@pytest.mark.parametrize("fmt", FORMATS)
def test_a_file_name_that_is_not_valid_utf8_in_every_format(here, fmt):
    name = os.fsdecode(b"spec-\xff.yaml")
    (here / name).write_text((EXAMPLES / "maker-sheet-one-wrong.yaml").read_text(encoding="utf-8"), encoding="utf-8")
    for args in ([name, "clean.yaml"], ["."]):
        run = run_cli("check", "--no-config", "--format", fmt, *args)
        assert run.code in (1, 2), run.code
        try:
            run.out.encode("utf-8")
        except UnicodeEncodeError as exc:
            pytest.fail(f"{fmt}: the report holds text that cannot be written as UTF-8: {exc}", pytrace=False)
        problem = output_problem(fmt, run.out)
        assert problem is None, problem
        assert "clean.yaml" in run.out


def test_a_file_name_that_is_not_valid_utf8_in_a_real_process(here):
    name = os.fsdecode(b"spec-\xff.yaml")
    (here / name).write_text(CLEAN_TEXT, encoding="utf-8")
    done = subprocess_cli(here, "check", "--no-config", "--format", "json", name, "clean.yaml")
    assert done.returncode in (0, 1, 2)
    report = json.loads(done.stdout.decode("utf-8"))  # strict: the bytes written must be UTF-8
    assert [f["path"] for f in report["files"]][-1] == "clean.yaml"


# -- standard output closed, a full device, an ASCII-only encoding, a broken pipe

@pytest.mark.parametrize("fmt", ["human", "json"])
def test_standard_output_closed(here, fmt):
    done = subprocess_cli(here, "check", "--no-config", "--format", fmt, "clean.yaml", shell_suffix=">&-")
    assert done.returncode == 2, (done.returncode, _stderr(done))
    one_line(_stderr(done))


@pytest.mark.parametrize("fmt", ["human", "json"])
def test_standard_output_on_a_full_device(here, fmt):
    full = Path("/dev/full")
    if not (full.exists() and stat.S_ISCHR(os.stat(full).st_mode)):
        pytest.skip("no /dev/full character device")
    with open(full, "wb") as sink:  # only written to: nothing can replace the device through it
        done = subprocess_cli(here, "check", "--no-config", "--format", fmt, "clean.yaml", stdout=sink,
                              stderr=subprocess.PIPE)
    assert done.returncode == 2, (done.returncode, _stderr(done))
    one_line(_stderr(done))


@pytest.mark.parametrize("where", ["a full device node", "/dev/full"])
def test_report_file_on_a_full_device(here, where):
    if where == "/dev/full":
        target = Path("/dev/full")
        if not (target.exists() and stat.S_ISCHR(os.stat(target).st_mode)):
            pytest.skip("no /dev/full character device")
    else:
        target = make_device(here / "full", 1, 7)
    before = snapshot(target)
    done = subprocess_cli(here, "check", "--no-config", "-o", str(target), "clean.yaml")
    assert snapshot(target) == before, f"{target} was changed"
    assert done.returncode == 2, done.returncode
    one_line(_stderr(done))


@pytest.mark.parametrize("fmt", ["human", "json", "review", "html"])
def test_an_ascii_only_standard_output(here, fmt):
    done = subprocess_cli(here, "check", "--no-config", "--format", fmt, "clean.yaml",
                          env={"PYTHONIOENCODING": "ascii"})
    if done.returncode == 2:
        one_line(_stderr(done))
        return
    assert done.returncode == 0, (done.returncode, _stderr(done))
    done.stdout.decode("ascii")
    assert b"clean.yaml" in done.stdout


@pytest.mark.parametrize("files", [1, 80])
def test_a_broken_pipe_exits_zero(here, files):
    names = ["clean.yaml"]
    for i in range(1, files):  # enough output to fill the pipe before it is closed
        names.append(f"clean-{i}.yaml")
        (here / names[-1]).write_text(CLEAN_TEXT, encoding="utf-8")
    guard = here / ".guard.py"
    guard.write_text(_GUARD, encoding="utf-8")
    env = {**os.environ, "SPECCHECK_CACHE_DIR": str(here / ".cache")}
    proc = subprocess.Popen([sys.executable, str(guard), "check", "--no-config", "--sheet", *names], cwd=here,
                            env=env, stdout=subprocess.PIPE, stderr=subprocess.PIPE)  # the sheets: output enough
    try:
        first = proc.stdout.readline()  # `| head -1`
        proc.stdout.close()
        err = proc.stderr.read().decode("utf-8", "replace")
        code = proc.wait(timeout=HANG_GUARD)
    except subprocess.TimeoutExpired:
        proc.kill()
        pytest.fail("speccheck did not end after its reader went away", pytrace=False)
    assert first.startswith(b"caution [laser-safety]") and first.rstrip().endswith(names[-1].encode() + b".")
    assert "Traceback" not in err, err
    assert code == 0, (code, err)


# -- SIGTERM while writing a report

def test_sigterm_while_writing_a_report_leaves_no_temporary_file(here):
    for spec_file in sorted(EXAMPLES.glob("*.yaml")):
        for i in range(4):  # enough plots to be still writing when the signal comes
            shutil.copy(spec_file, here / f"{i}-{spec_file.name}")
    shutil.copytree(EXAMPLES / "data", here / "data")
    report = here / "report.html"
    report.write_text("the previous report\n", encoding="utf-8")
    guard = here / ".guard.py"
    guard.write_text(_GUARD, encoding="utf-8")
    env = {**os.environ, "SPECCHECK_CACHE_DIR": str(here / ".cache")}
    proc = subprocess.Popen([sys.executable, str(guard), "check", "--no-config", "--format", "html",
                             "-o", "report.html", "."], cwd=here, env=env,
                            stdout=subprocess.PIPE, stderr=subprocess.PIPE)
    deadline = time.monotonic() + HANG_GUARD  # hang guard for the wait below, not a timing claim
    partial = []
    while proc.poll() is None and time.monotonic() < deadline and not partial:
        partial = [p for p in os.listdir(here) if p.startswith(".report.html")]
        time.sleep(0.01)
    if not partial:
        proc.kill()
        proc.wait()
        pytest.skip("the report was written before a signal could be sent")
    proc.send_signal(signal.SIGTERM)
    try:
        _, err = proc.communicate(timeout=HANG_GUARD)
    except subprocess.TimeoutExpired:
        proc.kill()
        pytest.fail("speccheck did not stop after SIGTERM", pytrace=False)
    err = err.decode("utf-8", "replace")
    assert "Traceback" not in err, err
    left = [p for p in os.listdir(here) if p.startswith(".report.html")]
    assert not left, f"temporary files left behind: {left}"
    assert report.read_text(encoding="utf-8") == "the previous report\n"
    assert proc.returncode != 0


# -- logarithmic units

::::

(ASSIGNMENT)
Return, from the data, each line that has the word "mark" in it.

(REPLY)
@pytest.mark.parametrize("fmt", FORMATS)
@pytest.mark.parametrize("fmt", ["human", "json"])
@pytest.mark.parametrize("fmt", ["human", "json"])
@pytest.mark.parametrize("where", ["a full device node", "/dev/full"])
@pytest.mark.parametrize("fmt", ["human", "json", "review", "html"])
@pytest.mark.parametrize("files", [1, 80])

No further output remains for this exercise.